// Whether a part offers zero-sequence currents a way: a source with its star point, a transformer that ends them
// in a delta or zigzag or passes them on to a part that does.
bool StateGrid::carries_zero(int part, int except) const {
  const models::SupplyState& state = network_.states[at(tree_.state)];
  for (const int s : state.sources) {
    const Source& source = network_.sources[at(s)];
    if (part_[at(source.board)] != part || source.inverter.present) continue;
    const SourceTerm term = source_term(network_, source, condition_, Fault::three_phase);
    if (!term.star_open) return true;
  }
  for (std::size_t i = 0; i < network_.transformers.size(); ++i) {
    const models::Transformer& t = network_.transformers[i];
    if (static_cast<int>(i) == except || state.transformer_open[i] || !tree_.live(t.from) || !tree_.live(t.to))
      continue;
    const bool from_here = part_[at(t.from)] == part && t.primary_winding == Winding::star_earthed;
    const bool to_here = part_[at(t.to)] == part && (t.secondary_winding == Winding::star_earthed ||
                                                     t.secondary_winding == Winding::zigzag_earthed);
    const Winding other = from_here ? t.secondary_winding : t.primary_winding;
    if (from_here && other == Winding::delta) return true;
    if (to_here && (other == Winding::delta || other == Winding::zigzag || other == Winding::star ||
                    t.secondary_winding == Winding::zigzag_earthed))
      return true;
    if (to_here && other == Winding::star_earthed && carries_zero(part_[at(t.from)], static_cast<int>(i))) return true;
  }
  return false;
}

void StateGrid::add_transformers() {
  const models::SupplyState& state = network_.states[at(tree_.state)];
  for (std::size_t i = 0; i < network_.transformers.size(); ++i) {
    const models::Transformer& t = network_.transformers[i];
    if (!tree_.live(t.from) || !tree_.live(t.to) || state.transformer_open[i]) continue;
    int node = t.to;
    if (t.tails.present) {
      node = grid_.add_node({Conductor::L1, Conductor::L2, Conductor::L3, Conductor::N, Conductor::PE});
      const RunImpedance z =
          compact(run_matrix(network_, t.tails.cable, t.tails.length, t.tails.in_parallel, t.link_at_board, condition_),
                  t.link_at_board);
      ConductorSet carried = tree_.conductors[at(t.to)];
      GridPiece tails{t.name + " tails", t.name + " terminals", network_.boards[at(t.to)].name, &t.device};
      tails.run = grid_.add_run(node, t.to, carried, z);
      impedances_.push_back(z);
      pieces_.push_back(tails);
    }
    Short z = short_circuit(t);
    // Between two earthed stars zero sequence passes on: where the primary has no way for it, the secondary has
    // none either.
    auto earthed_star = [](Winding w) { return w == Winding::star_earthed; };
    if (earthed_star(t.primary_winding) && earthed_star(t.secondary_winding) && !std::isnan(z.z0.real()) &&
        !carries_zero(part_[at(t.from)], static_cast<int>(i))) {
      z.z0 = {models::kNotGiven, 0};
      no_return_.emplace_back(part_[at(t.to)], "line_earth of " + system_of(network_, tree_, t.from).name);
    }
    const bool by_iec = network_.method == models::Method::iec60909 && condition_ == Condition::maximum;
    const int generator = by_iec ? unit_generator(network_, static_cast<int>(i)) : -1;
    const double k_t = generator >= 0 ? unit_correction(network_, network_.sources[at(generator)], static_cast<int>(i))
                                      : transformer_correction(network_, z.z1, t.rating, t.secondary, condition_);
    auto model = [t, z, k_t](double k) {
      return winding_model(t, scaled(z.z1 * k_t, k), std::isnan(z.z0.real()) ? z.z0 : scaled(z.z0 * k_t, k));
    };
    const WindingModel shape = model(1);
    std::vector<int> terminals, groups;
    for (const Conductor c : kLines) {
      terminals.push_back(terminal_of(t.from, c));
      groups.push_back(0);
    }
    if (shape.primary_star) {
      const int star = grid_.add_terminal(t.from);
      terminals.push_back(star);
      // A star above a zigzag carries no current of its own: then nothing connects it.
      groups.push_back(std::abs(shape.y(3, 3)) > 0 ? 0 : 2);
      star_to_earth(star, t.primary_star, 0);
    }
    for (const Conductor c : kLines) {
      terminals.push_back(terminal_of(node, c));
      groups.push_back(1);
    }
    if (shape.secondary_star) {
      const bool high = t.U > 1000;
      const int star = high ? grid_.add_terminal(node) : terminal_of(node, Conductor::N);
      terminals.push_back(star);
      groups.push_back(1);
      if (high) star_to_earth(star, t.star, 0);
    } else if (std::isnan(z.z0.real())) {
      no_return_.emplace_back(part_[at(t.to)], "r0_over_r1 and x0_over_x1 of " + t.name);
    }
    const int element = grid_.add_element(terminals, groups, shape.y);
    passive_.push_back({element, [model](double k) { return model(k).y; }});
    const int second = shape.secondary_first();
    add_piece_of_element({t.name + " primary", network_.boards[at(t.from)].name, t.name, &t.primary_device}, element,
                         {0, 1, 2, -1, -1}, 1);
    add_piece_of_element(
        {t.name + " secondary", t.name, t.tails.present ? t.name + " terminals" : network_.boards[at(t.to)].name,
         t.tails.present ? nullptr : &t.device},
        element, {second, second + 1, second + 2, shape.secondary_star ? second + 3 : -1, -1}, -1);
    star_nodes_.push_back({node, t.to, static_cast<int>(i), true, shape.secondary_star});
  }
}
* * *
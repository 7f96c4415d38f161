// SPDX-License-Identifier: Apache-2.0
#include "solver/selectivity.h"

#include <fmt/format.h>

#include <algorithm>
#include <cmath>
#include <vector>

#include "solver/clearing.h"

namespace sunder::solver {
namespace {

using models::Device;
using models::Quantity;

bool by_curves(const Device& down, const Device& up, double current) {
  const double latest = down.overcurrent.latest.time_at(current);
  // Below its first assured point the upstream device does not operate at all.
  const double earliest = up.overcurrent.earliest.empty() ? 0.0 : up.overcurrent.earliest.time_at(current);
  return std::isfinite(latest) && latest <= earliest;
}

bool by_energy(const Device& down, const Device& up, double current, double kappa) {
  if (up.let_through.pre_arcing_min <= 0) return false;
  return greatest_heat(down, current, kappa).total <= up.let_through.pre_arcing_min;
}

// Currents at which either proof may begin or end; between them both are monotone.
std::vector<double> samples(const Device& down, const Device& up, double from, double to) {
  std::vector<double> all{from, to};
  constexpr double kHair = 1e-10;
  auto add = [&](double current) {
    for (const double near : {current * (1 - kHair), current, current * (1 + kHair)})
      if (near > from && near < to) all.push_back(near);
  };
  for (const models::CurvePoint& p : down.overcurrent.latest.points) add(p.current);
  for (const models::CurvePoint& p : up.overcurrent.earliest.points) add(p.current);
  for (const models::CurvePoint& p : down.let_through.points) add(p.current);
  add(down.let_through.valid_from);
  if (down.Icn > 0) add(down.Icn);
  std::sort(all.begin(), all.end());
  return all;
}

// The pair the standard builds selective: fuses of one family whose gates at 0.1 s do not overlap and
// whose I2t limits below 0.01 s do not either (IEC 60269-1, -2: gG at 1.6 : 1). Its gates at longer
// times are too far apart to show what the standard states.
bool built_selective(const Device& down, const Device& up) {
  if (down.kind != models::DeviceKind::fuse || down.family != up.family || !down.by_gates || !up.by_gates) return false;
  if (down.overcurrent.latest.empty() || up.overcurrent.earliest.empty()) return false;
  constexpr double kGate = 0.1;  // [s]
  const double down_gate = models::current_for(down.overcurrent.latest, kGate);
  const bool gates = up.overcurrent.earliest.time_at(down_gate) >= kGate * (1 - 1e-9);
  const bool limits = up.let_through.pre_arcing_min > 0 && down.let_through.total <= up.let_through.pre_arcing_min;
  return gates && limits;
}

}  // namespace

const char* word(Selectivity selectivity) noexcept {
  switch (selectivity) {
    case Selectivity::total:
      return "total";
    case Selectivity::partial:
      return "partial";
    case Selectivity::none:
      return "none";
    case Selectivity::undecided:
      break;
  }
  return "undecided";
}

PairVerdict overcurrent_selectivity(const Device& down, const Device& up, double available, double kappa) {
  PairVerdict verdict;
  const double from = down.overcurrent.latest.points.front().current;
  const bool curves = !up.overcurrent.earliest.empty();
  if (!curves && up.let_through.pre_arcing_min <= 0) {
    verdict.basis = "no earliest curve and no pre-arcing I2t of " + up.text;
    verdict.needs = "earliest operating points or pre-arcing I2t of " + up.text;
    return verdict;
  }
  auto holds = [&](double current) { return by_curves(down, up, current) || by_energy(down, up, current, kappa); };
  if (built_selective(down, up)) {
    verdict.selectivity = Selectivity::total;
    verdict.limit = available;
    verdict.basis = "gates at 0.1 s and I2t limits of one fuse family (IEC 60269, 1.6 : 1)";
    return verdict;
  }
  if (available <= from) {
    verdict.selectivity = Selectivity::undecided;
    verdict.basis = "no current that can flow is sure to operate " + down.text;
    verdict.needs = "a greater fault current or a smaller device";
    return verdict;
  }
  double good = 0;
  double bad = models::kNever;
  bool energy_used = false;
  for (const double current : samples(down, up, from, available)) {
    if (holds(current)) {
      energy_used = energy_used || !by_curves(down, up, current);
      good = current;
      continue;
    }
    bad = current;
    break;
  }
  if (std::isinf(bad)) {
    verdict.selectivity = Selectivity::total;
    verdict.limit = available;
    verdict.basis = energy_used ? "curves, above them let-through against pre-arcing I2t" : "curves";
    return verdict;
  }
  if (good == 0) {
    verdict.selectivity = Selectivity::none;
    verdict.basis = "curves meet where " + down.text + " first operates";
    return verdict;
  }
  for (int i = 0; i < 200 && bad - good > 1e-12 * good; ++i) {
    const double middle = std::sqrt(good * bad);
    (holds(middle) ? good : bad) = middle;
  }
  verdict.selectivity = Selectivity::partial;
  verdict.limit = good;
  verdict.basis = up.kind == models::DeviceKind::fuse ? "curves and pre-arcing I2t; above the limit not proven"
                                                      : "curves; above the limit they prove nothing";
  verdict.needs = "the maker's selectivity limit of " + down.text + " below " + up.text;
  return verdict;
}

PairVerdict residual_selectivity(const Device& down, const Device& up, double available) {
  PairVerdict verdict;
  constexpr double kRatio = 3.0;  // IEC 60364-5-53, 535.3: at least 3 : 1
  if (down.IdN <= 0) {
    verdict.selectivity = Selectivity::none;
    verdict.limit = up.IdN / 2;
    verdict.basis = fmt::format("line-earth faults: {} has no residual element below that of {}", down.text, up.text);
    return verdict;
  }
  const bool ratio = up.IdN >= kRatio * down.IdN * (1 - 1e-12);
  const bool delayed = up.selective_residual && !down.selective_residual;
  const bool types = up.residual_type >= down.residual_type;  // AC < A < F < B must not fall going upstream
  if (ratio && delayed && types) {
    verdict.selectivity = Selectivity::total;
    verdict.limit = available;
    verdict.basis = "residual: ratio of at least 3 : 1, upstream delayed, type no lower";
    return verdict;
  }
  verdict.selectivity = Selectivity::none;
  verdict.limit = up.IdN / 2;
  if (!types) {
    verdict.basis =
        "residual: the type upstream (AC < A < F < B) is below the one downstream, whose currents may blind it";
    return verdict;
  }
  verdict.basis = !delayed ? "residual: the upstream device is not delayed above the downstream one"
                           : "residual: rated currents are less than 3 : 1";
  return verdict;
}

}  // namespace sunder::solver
--
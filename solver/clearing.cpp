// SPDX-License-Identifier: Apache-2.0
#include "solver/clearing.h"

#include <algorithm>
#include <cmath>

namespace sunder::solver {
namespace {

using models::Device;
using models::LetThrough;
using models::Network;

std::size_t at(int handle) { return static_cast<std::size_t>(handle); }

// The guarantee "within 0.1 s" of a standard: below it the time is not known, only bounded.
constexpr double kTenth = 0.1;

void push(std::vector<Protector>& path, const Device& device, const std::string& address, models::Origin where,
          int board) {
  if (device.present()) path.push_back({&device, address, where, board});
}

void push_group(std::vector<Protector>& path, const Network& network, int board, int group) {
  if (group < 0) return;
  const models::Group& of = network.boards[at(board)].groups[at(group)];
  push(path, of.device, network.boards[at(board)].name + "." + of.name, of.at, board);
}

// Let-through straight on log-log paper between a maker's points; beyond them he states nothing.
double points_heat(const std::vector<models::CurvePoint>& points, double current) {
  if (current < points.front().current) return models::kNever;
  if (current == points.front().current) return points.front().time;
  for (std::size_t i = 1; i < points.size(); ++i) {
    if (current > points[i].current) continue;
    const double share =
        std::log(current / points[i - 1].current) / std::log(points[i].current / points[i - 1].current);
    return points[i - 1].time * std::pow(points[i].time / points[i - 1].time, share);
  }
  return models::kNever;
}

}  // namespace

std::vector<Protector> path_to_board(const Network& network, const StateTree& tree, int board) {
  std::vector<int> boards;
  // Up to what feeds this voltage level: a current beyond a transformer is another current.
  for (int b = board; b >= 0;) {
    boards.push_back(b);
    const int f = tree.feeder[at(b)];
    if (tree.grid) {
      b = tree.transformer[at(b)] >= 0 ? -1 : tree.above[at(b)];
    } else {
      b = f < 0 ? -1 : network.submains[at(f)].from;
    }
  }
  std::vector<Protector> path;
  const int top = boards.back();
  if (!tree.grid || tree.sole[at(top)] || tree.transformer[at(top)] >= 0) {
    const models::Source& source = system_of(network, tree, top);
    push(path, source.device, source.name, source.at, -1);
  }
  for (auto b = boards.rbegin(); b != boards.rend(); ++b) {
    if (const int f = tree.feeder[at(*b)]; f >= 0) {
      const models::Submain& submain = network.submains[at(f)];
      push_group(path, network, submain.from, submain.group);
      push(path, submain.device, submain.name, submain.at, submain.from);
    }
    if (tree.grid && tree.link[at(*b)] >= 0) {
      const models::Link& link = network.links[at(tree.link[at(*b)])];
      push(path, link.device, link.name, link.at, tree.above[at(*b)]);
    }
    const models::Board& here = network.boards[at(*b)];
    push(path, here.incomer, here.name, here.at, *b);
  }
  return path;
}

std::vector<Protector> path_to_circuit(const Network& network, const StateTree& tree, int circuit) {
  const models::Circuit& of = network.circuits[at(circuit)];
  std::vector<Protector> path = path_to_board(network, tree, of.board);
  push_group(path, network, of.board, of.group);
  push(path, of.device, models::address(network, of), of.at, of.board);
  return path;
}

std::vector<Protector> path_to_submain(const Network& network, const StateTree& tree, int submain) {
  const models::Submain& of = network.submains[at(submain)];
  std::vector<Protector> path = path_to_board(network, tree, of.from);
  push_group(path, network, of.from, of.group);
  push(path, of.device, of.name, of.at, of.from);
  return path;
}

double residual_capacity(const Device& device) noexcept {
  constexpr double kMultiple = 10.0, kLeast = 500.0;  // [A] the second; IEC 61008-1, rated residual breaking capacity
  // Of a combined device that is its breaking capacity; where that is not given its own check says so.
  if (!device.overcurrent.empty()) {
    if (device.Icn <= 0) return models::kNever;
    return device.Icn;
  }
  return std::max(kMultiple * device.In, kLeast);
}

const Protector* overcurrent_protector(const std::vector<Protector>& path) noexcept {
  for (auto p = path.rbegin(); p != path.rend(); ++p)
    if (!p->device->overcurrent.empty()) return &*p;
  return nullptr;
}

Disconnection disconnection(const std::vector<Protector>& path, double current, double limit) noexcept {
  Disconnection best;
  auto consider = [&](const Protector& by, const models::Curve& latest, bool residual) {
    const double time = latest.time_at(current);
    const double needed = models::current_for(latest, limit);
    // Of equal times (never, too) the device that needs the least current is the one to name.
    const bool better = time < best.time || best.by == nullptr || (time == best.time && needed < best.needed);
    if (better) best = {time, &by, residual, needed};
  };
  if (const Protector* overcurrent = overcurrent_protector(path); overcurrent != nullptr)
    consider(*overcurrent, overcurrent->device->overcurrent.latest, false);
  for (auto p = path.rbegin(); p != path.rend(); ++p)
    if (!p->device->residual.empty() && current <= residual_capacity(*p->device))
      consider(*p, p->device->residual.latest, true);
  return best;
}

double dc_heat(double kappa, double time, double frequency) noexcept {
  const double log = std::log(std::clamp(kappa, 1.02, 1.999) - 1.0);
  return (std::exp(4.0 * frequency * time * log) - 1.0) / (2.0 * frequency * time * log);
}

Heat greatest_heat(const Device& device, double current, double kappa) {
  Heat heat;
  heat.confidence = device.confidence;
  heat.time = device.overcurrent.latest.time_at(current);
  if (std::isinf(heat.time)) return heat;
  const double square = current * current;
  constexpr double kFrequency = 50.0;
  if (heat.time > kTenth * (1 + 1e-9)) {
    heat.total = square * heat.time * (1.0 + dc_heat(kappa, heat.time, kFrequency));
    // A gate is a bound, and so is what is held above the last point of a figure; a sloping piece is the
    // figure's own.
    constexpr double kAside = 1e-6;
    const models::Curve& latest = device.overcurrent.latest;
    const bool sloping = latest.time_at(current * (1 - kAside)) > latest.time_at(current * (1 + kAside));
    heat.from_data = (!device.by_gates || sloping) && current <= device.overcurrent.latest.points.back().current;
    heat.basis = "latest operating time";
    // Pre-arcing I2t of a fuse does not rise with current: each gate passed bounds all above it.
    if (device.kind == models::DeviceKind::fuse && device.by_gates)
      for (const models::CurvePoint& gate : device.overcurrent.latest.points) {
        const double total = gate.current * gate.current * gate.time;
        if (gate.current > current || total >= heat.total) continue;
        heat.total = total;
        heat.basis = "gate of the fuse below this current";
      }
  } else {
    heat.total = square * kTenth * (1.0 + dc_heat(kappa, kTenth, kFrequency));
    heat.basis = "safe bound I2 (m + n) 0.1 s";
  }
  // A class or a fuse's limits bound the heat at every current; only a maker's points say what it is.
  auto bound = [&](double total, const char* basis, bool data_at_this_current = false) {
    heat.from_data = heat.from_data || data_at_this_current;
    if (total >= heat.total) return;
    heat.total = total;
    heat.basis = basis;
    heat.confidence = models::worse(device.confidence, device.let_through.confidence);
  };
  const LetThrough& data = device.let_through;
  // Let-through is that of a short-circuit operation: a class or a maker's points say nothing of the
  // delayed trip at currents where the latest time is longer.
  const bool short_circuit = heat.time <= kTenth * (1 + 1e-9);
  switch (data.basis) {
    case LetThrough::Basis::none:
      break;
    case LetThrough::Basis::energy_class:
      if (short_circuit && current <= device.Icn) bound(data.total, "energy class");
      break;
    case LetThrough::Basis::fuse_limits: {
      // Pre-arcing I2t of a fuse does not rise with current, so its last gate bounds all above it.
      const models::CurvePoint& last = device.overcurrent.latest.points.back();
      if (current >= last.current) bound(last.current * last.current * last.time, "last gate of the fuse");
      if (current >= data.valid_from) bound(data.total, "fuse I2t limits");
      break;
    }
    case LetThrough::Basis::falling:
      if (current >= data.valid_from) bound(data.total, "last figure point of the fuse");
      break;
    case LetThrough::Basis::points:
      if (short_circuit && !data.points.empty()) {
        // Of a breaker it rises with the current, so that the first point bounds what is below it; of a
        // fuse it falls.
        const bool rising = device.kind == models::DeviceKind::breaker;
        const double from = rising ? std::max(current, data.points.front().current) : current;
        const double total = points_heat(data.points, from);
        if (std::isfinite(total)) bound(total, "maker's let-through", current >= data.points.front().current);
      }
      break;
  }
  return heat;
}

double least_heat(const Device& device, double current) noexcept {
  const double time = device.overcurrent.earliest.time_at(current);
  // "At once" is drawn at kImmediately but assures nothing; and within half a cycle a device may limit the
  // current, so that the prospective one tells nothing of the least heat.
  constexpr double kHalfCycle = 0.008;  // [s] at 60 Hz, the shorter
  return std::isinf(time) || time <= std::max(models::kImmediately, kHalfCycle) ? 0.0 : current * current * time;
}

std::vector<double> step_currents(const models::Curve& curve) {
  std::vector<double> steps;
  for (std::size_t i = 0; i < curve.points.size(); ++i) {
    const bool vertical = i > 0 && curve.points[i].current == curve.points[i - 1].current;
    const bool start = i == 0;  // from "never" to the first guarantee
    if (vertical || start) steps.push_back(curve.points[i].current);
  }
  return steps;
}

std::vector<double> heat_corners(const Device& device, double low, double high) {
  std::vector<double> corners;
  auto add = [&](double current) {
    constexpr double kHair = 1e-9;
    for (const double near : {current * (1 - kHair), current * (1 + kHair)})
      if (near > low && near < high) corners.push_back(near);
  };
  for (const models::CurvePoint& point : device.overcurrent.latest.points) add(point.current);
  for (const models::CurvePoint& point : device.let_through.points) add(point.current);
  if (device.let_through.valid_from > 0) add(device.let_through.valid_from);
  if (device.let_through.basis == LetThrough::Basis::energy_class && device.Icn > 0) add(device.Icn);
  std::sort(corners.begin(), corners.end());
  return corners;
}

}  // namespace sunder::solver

:: WHAT YOU NEED TO DO ::
After locating the line with "if (gate.current >" above, return that line and every later line through the one with "const double from = rising", word for word and with nothing else.

:: WRITTEN ANSWER ::
        if (gate.current > current || total >= heat.total) continue;
        heat.total = total;
        heat.basis = "gate of the fuse below this current";
      }
  } else {
    heat.total = square * kTenth * (1.0 + dc_heat(kappa, kTenth, kFrequency));
    heat.basis = "safe bound I2 (m + n) 0.1 s";
  }
  // A class or a fuse's limits bound the heat at every current; only a maker's points say what it is.
  auto bound = [&](double total, const char* basis, bool data_at_this_current = false) {
    heat.from_data = heat.from_data || data_at_this_current;
    if (total >= heat.total) return;
    heat.total = total;
    heat.basis = basis;
    heat.confidence = models::worse(device.confidence, device.let_through.confidence);
  };
  const LetThrough& data = device.let_through;
  // Let-through is that of a short-circuit operation: a class or a maker's points say nothing of the
  // delayed trip at currents where the latest time is longer.
  const bool short_circuit = heat.time <= kTenth * (1 + 1e-9);
  switch (data.basis) {
    case LetThrough::Basis::none:
      break;
    case LetThrough::Basis::energy_class:
      if (short_circuit && current <= device.Icn) bound(data.total, "energy class");
      break;
    case LetThrough::Basis::fuse_limits: {
      // Pre-arcing I2t of a fuse does not rise with current, so its last gate bounds all above it.
      const models::CurvePoint& last = device.overcurrent.latest.points.back();
      if (current >= last.current) bound(last.current * last.current * last.time, "last gate of the fuse");
      if (current >= data.valid_from) bound(data.total, "fuse I2t limits");
      break;
    }
    case LetThrough::Basis::falling:
      if (current >= data.valid_from) bound(data.total, "last figure point of the fuse");
      break;
    case LetThrough::Basis::points:
      if (short_circuit && !data.points.empty()) {
        // Of a breaker it rises with the current, so that the first point bounds what is below it; of a
        // fuse it falls.
        const bool rising = device.kind == models::DeviceKind::breaker;
        const double from = rising ? std::max(current, data.points.front().current) : current;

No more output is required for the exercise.